Channel 4 News visits Albania’s onetime wild west, where marijuana producers were making billions of dollars in profit until the law, and the EU, caught up with them.
We had to go through two police checkpoints to get to the quaint mountainous Albanian village of Lazarat.
Albanian special forces personnel in balaclavas asked to see our press cards and we were waved through. It felt like a border crossing, a state within a state. Up until recently that was a exactly what Lazarat was.
Many years ago this remote village, built into the mountains, was forgotten about by the country’s politicians. It was abandoned with no running water, no roads, no law. So villagers decided to take care of themselves and became known as self-sufficient outcasts. In the 1990s a group of locals returned from a stint working with criminal gangs in Italy.
They brought back marijuana seeds and starting growing on their family plots. Over the years this once poor, desolate village became a European marajuana bazaar. Traffickers dealt directly with farmers and bigger farmers became bigger players.

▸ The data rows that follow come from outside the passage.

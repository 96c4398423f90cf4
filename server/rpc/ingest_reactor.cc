#include "server/rpc/ingest_reactor.h"

#include <openssl/rand.h>

#include <algorithm>
#include <chrono>
#include <cmath>
#include <limits>
#include <thread>
#include <tuple>

#include "server/base/log.h"
#include "server/base/strings.h"
#include "server/ops/server_metrics.h"
#include "server/rpc/calibration_builder.h"
#include "server/rpc/credit_driver.h"
#include "server/rpc/status.h"
#include "server/rpc/validation.h"
#include "tickmark/version.h"

namespace tickmark::rpc {
namespace {

namespace v1 = tickmark::v1;

// Uncertainty stated for a time mapped before any probe came back: the
// hello's one-way delay is unknown, so only a generous bound can be given.
constexpr Duration kHelloMappingUncertainty = Duration::Seconds(1);
// How many sent probes are remembered for matching late replies.
constexpr size_t kRememberedProbes = 16;
constexpr int64_t kNever = std::numeric_limits<int64_t>::max();
// How long a stream is not read after a message of it was refused by a rate
// limit (common practice, no source: a short tarpit).
constexpr Duration kRefusalPause = Duration::Millis(10);
// When a timer fired but what was due could not be done yet, it is tried
// again this much later (the old ticker's fixed period).
constexpr Duration kRetryTick = Duration::Millis(10);

// An ack for a record the ledger could not store for lack of space: the
// client should keep the message and send it again later (see OnAck).
void RetryableIfStoreFull(v1::Ack* ack) {
  if (ack->code() == static_cast<int32_t>(absl::StatusCode::kResourceExhausted)) {
    ack->set_code(static_cast<int32_t>(absl::StatusCode::kUnavailable));
    ack->set_message(Cat(ack->message(), " (not stored; send it again later)"));
  }
}

// Counts an acknowledged message for /metrics (server/ops/server_metrics.h):
// its outcome; for a stored one, its ack latency (arrival is the record's
// written time) and its time's stated uncertainty.
void NoteAck(const v1::Ack& ack, const v1::Record& sent, SessionTime now) {
  const ops::IngestKind kind = sent.has_step()                ? ops::IngestKind::kStep
                               : sent.has_calibration_event() ? ops::IngestKind::kCalibrationEvent
                                                              : ops::IngestKind::kFeedback;
  ops::CountIngest(kind, ack.code(), ack.duplicate());
  if (ack.code() != 0) return;
  ops::ObserveAckLatency(kind, now.nanos() - sent.written_session_ns());
  if (ack.duplicate()) return;
  ops::ObserveClockUncertainty(kind, sent.has_step() ? sent.step().uncertainty_ns()
                                     : sent.has_calibration_event()
                                         ? sent.calibration_event().uncertainty_ns()
                                         : sent.feedback().uncertainty_ns());
}

// How a feedback's or step's time was mapped (records.proto, Feedback
// fields 12-17, Step 16-21); the client's reading is set by the caller.
template <typename R>
void SetTimeSource(R* r, const MappedEvent& m, const RealtimeReading& reading) {
  const bool realtime = m.decision.source == TimeSourceChoice::kRealtime;
  r->set_time_source(realtime ? v1::TIME_SOURCE_REALTIME : v1::TIME_SOURCE_ROUND_TRIP);
  r->set_client_realtime_bound_ns(reading.bound.nanos());
  r->set_server_realtime_bound_ns(m.server_bound.nanos());
  r->set_round_trip_uncertainty_ns(m.round_trip_uncertainty.nanos());
  r->set_time_source_reason(TimeSourceReasonName(m.decision.reason));
}

bool ThroughRealtime(const MappedEvent& m) {
  return m.decision.source == TimeSourceChoice::kRealtime;
}

// A real-time mapping the plausibility checks refuse (an event after its
// arrival beyond its bound, or older than any allowed) had a false bound
// (docs/time-model.md, "Disciplined clocks"): the round trip's mapping
// replaces it, and is judged in its turn, so nothing is refused for it.
MappedEvent AsRoundTrip(MappedEvent m) {
  m.at = m.round_trip_at;
  m.uncertainty = m.round_trip_uncertainty;
  m.decision.source = TimeSourceChoice::kRoundTrip;
  m.decision.reason = TimeSourceReason::kImplausible;
  m.decision.uncertainty = m.round_trip_uncertainty;
  return m;
}

std::string BearerFromMetadata(const grpc::CallbackServerContext& ctx) {
  const auto& md = ctx.client_metadata();
  auto it = md.find("authorization");
  if (it == md.end()) return "";
  return std::string(BearerSecret(std::string_view(it->second.data(), it->second.size())));
}

}  // namespace

template <typename Side>
IngestReactor<Side>::IngestReactor(LiveService* service, grpc::CallbackServerContext* ctx)
    : service_(service),
      ctx_(ctx),
      strand_(std::make_shared<Strand>(&service->pool())),
      model_(service->options().clock) {}

template <typename Side>
void IngestReactor<Side>::Post(std::function<void(IngestReactor&)> fn) {
  std::shared_ptr<IngestReactor> self = this->weak_from_this().lock();
  if (!self) return;
  strand_->Post([self = std::move(self), fn = std::move(fn)] { fn(*self); });
}

template <typename Side>
void IngestReactor<Side>::Start(const absl::Status& admitted, std::string peer_host) {
  self_ = this->shared_from_this();
  peer_ = ctx_->peer();
  peer_host_ = std::move(peer_host);
  metadata_secret_ = BearerFromMetadata(*ctx_);
  if (!admitted.ok()) {
    finished_ = true;
    end_reason_ = std::string(admitted.message());
    Finish(ToGrpc(admitted));
    return;
  }
  admitted_ = true;
  ops::StreamOpened(Side::kRole == v1::ROLE_AGENT ? ops::StreamRole::kAgent
                                                  : ops::StreamRole::kTrainer);
  const Duration timeout = service_->options().hello_timeout;
  const int64_t deadline =
      timeout > Duration::Zero() ? service_->limits_clock()->NowNanos() + timeout.nanos() : kNever;
  hello_deadline_.store(deadline);
  // Timers are one-shot (ticker.h): the hello deadline on the limits clock;
  // the stream's own due times are armed by UpdateTickDue.
  if (deadline != kNever) service_->ticker().WakeAt(self_, service_->limits_clock(), deadline);
  // Opt-in ack coalescing (stream.proto, AckBatch); old clients get one Ack
  // per message.
  {
    const auto& md = ctx_->client_metadata();
    auto it = md.find("tickmark-ack-batch");
    batch_acks_ = it != md.end() && std::string_view(it->second.data(), it->second.size()) == "1";
  }
  StartReadOnce();
}

template <typename Side>
void IngestReactor<Side>::End(const grpc::Status& status) {
  Post([status](IngestReactor& r) { r.FinishNow(status); });
}

template <typename Side>
void IngestReactor<Side>::OnReadDone(bool ok) {
  const int64_t arrival_mono = service_->mono()->NowNanos();
  // Every outcome is posted BEFORE read_in_flight_ is cleared: clearing it
  // lets the strand (MaybeRead) start the next read, whose OnReadDone may run
  // on another gRPC thread at once; posting first keeps the strand's order
  // the order the messages were read (a trainer's client sequences commit in
  // order, which resending after a reconnect relies on).
  if (!ok) {
    Post([](IngestReactor& r) {
      r.read_closed_ = true;
      r.MaybeFinishGracefully();
    });
    read_in_flight_.store(false);
    return;
  }
  In message;
  if (!grpc::SerializationTraits<In>::Deserialize(&in_buf_, &message).ok()) {
    service_->counters().undecodable.fetch_add(1);
    Post([](IngestReactor& r) {
      r.FinishNow(ToGrpc(absl::InvalidArgumentError(
          Cat("a message did not decode as ", In::descriptor()->full_name()))));
    });
    read_in_flight_.store(false);
    return;
  }
  read_ahead_.fetch_add(1);
  Post([message = std::move(message), arrival_mono](IngestReactor& r) mutable {
    r.read_ahead_.fetch_sub(1);
    r.HandleMessage(std::move(message), arrival_mono);
  });
  read_in_flight_.store(false);  // in_buf_ is free again
  // Read the next message right here, on the gRPC thread, while the strand
  // says there is room (MaybeRead opens the gate): reading no longer waits
  // for a hop to the strand and back per message, which is what kept one
  // pipelining stream far below the ledger's rate. A read the strand asked
  // for while this one was in flight is started here too.
  if ((read_ahead_open_.load() && read_ahead_.load() < kMaxReadAhead) || read_requested_.load()) {
    StartReadOnce();
  }
}

template <typename Side>
bool IngestReactor<Side>::StartReadOnce() {
  // No lock is held across StartRead (gRPC may run a reaction inline);
  // `issuing_` lets FinishNow wait until a read being started is started,
  // so no read is started after Finish.
  issuing_.fetch_add(1);
  bool started = false;
  if (!finish_called_.load() && !read_in_flight_.exchange(true)) {
    read_requested_.store(false);
    StartRead(&in_buf_);
    started = true;
  }
  issuing_.fetch_sub(1);
  return started;
}

template <typename Side>
void IngestReactor<Side>::OnWriteDone(bool ok) {
  Post([ok](IngestReactor& r) {
    r.writing_ = false;
    if (!ok) return;  // the stream is gone; OnDone follows
    r.WriteNext();
    r.MaybeRead();
    r.MaybeFinishGracefully();
  });
}

template <typename Side>
void IngestReactor<Side>::OnCancel() {
  Post([](IngestReactor& r) { r.FinishNow(grpc::Status::CANCELLED); });
}

template <typename Side>
void IngestReactor<Side>::OnDone() {
  Post([](IngestReactor& r) { r.Cleanup(); });
}

template <typename Side>
void IngestReactor<Side>::Cleanup() {
  if (udp_tag_ != 0) service_->options().probe_port.remove_stream(udp_tag_);
  if (admitted_) {
    service_->admission().Release(peer_host_);
    ops::StreamClosed(Side::kRole == v1::ROLE_AGENT ? ops::StreamRole::kAgent
                                                    : ops::StreamRole::kTrainer);
  }
  if (runtime_ && hello_done_) {
    runtime_->RemoveStream(this);
    if (runtime_->open()) {
      v1::Record r;
      r.set_written_session_ns(runtime_->Now().nanos());
      auto* e = r.mutable_client_event();
      *e->mutable_client() = client_;
      e->set_event(v1::ClientEvent::KIND_DISCONNECTED);
      e->set_detail(end_reason_);
      runtime_->AppendRecord(std::move(r)).IgnoreError();
    }
  }
  self_.reset();  // the closure running this still holds a reference
}

template <typename Side>
void IngestReactor<Side>::OnTick() {
  if (tick_posted_.load()) return;
  const bool hello_late = service_->limits_clock()->NowNanos() >= hello_deadline_.load();
  const bool due = service_->mono()->NowNanos() >= tick_due_mono_.load();
  if (!hello_late && !due) return;
  if (tick_posted_.exchange(true)) return;
  Post([](IngestReactor& r) {
    r.tick_posted_.store(false);
    r.Tick();
  });
}

template <typename Side>
void IngestReactor<Side>::Tick() {
  if (finished_) return;
  const auto& opt = service_->options();
  if (!hello_done_) {
    if (service_->limits_clock()->NowNanos() >= hello_deadline_.load()) {
      service_->counters().hello_timeouts.fetch_add(1);
      FinishNow(ToGrpc(
          absl::DeadlineExceededError(Cat("no hello within ", opt.hello_timeout.seconds(), " s"))));
    }
    return;
  }
  const int64_t now = service_->mono()->NowNanos();
  if (outstanding_probe_ && now - outstanding_since_mono_ > opt.probe_timeout.nanos()) {
    outstanding_probe_ = false;  // lost; a late reply still matches sent_probes_
  }
  if (!outstanding_probe_ && now >= next_probe_mono_) {
    // The schedule runs on time since the hello (probe_scheduler.h); a
    // probe sooner than the steady rate needs a token of the server's budget.
    const Duration at = Duration::Nanos(now - hello_mono_ns_);
    if (probes_.Admit(at, [this] { return service_->probe_budget().TryTake(); })) {
      v1::ServerMessage m;
      m.mutable_probe()->set_probe_id(++last_probe_id_);
      // t1 is stamped when the write starts (WriteNext).
      out_.push_back(std::move(m));
      outstanding_probe_ = true;
      outstanding_since_mono_ = now;
      probes_.Sent(at, model_.estimate());
      WriteNext();
    }
    next_probe_mono_ = hello_mono_ns_ + probes_.due().nanos();
  }
  if (!held_.empty() && !model_.ready() && now - hello_mono_ns_ >= opt.clock_wait.nanos()) {
    ReleaseHeld();
  }
  MaybeRead();  // after a rate-limit pause
  UpdateTickDue(/*from_tick=*/true);
}

// The earliest service-clock time at which Tick has something to do.
template <typename Side>
void IngestReactor<Side>::UpdateTickDue(bool from_tick) {
  if (finished_ || !hello_done_) {
    tick_due_mono_.store(kNever);
    return;
  }
  const auto& opt = service_->options();
  int64_t due = outstanding_probe_ ? outstanding_since_mono_ + opt.probe_timeout.nanos() + 1
                                   : next_probe_mono_;
  if (!held_.empty() && !model_.ready()) {
    due = std::min(due, hello_mono_ns_ + opt.clock_wait.nanos());
  }
  if (reads_paused_until_mono_ != 0) due = std::min(due, reads_paused_until_mono_);
  tick_due_mono_.store(due);
  // Arm a one-shot timer (ticker.h) for a new due time. A due time that
  // Tick could not clear (no probe budget, reads still held back by
  // in-flight acks) is looked at again kRetryTick later, as the old 10 ms
  // poll did, rather than spinning between the ticker and this strand.
  if (due == kNever) return;
  const int64_t now = service_->mono()->NowNanos();
  if (due == armed_due_mono_ && due > now) return;  // that timer is set already
  armed_due_mono_ = due;
  const int64_t at = from_tick && due <= now ? now + kRetryTick.nanos() : due;
  service_->ticker().WakeAt(this->weak_from_this(), service_->mono(), at);
}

Organised crime moved in and produced so much marijuana they ran out of places to store it. And they got rich, very rich.
“They produced 4.5 billion dollars worth of marijuana per annum, according to an official report,” (that’s the equivalent to a third of Albania’s GDP) said a local journalist we spoke to.
The villagers became so rich, they employed help. An estimated 3,000 labourers from elsewhere tended to the marijuana. Villagers could afford to move out of the old family cottages on the mountain and built enormous new houses closer to the road. They then rented out the cottages to their labourers.
Some of the new houses were adapted, there were networks of storage bunkers under family homes. The village and surrounding farms became the biggest producers of marijuana in Europe. Lazarat had become Albania’s wild west.
The villagers had mortars, machine guns, grenade launchers…. it was a three day war.
But in 2013 a new government in Albania decided to tame marijuana town. A new local chief of police, Haki Kaco, was brought in and on 16 June this year, a small army of police came up over the mountains.
“The villagers had mortars, machine guns, grenade launchers…. it was a three day war,” says Kaco. Villagers, drug dealers and even mercenaries – complete with night vision equipment – fought the law. But the law won.
For a police force in dire need of a reputation reboot, it was an enormous success. No lives were lost. There were over 50 arrests and 500 weapons were seized.
But why did the Albanian government not intervene until now? And why, with rumours that successive administrations were taking a cut, they did intervene at all? A clue: the EU.
Exactly a week after the Battle of Lazarat the EU voted to give Albania “candidate for membership” status.